_WHAT YOU WILL DO:_ Copy each line below containing "TOLERANCE".

*** Opening DATA FOR THE TASK ***

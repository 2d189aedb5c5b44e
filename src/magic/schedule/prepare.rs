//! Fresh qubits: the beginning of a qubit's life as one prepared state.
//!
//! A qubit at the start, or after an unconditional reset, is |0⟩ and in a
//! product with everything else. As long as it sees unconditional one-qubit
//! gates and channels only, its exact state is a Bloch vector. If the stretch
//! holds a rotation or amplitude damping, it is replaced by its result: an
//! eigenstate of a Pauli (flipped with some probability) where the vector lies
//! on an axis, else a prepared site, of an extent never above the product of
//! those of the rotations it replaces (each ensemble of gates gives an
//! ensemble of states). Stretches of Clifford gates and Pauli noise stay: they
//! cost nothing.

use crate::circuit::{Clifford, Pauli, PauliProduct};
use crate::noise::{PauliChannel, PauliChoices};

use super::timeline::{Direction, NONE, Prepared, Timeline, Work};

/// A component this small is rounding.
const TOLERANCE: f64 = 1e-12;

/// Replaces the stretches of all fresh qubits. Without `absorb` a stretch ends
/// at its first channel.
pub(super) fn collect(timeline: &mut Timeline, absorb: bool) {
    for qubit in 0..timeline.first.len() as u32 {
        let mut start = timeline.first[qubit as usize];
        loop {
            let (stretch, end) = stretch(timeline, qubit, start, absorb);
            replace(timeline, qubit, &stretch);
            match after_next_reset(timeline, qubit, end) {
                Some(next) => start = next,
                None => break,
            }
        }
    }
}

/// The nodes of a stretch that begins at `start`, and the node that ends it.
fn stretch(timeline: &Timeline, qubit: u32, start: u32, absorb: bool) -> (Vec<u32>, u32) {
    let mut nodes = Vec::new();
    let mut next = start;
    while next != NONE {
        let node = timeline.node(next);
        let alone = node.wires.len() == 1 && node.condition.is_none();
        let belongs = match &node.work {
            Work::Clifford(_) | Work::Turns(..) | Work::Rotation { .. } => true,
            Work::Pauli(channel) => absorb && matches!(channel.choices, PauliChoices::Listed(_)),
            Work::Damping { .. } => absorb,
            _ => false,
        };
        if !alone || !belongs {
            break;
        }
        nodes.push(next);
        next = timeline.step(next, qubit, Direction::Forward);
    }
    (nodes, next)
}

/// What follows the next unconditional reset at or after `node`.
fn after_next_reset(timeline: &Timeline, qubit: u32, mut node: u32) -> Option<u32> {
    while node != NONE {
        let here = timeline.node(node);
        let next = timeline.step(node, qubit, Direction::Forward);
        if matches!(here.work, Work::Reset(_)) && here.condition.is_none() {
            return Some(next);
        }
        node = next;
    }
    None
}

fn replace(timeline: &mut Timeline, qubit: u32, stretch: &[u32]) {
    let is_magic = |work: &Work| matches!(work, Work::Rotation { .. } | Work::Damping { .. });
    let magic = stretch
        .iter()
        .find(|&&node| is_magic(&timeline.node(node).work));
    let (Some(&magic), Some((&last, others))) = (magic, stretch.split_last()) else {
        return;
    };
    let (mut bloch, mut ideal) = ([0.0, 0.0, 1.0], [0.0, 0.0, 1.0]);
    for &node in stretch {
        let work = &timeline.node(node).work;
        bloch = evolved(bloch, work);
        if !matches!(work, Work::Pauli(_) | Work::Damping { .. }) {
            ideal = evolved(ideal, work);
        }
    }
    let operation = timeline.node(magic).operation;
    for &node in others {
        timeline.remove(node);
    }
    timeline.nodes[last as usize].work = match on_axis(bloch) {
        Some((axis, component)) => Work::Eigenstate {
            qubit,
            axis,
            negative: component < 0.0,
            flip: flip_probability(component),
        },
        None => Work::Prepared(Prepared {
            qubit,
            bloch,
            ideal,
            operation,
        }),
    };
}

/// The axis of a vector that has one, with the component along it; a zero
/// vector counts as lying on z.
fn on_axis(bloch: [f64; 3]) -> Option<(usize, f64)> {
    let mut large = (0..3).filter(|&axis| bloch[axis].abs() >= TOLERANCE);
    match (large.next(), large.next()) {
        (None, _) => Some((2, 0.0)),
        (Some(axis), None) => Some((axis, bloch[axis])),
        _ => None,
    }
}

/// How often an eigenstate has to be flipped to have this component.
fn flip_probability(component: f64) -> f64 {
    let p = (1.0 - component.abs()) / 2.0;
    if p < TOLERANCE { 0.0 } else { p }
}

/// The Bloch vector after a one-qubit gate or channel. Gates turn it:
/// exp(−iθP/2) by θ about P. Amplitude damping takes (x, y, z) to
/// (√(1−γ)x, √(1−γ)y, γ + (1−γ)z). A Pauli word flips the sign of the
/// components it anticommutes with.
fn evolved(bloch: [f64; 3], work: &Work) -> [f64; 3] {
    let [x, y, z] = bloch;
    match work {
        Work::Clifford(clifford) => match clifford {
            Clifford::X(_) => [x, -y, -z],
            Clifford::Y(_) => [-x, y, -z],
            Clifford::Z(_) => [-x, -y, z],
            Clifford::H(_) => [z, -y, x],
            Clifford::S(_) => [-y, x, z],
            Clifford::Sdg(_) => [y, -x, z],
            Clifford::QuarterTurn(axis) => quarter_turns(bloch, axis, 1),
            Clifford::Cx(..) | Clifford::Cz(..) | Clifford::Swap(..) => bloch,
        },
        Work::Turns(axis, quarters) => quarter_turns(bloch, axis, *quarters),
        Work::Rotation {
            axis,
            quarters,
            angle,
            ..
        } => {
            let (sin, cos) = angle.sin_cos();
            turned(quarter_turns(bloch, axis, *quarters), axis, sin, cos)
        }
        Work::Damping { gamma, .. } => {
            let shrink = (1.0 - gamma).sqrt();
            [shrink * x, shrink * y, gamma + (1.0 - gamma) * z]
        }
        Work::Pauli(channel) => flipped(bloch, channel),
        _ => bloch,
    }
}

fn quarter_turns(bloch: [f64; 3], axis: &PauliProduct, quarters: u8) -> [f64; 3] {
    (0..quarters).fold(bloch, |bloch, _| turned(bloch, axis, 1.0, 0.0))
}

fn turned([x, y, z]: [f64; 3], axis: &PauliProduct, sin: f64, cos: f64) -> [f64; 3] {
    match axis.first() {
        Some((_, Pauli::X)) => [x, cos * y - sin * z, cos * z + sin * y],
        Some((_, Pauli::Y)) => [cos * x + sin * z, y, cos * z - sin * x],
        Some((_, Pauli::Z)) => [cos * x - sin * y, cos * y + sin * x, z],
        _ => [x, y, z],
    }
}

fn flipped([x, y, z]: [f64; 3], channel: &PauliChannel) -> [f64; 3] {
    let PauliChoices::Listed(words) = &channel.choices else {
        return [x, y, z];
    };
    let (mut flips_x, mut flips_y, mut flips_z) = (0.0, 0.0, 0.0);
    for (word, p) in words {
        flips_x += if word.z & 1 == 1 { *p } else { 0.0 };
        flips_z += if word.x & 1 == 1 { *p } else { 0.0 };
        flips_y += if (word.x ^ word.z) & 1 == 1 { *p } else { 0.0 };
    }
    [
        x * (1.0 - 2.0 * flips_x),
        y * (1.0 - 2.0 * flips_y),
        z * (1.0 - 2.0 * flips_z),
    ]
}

*** Closing DATA FOR THE TASK ***
*** Opening DATA FOR THE TASK ***

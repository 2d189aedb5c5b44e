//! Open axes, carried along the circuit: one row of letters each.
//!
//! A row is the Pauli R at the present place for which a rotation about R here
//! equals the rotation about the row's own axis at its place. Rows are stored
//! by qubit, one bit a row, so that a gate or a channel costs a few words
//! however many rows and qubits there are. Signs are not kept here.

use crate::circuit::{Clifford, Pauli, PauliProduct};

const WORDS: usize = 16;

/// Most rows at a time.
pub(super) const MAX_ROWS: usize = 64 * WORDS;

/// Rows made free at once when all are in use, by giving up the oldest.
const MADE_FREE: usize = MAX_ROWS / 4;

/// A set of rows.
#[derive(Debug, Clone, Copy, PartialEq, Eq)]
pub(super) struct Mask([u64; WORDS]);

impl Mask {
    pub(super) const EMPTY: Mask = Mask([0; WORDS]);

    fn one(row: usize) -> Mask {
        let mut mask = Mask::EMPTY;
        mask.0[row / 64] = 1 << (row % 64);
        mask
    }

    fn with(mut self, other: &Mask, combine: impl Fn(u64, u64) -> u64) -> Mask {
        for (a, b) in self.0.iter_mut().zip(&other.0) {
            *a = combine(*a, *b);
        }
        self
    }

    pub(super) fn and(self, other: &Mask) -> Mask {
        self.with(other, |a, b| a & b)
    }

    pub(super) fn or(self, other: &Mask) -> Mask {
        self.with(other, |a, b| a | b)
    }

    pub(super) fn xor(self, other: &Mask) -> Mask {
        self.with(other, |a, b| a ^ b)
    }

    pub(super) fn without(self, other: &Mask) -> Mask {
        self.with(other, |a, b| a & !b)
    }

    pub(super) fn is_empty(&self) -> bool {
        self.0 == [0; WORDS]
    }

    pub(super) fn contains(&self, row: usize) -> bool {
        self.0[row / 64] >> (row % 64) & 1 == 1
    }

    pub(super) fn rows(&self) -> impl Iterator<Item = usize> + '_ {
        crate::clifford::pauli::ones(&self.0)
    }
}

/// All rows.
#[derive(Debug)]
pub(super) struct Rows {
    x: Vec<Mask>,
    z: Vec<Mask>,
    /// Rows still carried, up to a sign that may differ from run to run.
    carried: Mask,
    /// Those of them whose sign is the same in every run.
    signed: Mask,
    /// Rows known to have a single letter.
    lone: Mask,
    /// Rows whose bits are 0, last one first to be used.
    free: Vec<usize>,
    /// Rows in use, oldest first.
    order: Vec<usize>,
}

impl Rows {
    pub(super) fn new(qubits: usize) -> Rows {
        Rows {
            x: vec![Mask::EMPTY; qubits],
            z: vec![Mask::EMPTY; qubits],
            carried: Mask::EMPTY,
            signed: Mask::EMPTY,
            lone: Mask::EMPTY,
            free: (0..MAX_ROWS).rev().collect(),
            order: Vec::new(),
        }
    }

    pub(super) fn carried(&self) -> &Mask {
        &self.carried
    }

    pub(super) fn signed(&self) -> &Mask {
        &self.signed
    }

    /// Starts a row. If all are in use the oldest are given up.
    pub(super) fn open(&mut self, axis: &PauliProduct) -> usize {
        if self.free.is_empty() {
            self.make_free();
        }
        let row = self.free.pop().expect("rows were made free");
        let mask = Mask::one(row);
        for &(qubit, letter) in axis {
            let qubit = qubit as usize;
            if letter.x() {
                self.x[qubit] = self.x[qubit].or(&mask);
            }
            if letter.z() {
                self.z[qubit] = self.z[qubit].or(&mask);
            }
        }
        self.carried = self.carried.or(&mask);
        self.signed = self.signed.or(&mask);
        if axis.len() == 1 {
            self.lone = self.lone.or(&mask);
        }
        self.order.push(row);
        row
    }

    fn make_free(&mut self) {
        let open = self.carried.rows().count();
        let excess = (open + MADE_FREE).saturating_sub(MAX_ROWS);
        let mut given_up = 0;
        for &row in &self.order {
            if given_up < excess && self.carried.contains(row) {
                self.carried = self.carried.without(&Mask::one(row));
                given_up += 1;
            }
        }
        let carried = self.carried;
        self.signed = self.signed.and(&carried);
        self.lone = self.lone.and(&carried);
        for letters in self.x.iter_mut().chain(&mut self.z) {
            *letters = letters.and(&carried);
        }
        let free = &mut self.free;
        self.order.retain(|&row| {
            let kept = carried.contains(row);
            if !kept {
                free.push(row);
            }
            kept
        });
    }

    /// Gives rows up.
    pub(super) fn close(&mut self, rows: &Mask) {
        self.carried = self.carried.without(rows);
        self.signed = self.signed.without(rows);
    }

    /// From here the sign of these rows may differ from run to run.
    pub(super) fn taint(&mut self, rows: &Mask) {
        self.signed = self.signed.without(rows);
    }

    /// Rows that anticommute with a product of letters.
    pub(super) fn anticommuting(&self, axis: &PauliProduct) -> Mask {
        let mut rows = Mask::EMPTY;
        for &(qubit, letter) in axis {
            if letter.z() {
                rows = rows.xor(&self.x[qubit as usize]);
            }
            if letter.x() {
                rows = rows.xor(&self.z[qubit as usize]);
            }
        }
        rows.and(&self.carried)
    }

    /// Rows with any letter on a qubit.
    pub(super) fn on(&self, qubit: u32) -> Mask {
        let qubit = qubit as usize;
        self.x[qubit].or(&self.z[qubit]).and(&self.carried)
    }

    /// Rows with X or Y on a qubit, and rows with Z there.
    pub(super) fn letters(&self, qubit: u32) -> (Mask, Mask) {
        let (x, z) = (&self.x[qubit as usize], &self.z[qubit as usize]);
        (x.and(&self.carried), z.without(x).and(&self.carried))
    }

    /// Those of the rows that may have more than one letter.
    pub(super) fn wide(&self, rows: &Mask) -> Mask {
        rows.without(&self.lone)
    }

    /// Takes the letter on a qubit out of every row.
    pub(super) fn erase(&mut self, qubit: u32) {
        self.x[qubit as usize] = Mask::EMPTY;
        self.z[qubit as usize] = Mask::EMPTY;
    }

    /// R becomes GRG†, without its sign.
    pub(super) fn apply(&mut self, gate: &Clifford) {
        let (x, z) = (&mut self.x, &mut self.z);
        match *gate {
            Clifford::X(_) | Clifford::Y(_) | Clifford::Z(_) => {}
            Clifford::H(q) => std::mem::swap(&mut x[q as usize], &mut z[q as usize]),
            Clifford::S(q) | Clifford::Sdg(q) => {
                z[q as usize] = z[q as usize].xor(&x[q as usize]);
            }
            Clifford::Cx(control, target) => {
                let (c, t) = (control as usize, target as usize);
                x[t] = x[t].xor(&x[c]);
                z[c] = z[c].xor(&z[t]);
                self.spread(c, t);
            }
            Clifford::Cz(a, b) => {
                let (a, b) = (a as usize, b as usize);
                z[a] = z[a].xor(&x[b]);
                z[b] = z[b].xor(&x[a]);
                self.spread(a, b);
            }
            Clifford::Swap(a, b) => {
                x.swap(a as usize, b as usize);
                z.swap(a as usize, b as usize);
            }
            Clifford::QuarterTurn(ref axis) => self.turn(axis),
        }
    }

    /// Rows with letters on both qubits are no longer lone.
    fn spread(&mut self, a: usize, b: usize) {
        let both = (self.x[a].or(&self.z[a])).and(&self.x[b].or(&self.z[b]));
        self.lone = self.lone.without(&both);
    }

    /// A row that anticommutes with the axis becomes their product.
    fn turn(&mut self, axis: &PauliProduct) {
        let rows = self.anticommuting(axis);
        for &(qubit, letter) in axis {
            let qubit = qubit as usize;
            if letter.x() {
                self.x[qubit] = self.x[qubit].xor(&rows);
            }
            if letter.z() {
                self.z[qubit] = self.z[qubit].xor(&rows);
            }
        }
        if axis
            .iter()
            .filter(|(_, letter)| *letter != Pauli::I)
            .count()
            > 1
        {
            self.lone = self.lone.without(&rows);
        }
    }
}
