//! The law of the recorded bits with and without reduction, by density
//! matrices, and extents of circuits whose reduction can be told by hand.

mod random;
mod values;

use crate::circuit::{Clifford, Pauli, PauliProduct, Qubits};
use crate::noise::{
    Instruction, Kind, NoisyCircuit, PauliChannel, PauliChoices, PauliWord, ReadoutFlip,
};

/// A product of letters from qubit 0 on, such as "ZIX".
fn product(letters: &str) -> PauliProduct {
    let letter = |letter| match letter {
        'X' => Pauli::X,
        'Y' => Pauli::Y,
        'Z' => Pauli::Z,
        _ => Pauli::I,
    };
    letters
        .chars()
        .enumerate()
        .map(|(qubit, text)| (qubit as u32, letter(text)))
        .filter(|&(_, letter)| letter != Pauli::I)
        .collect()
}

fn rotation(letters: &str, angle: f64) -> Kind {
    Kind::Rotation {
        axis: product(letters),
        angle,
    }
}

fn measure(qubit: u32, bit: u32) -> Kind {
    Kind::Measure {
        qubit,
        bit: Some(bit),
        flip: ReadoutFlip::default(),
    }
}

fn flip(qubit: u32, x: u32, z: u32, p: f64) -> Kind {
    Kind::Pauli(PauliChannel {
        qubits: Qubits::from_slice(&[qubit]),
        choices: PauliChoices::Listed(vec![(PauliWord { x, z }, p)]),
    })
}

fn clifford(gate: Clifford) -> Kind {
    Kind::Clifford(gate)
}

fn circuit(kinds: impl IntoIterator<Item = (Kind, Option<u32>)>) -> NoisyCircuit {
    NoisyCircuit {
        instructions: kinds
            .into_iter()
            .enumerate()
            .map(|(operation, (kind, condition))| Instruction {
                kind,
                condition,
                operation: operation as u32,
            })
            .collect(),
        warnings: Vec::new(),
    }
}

*** Closing DATA FOR THE TASK ***

_ANSWER SECTION:_
const TOLERANCE: f64 = 1e-12;
    let mut large = (0..3).filter(|&axis| bloch[axis].abs() >= TOLERANCE);
    if p < TOLERANCE { 0.0 } else { p }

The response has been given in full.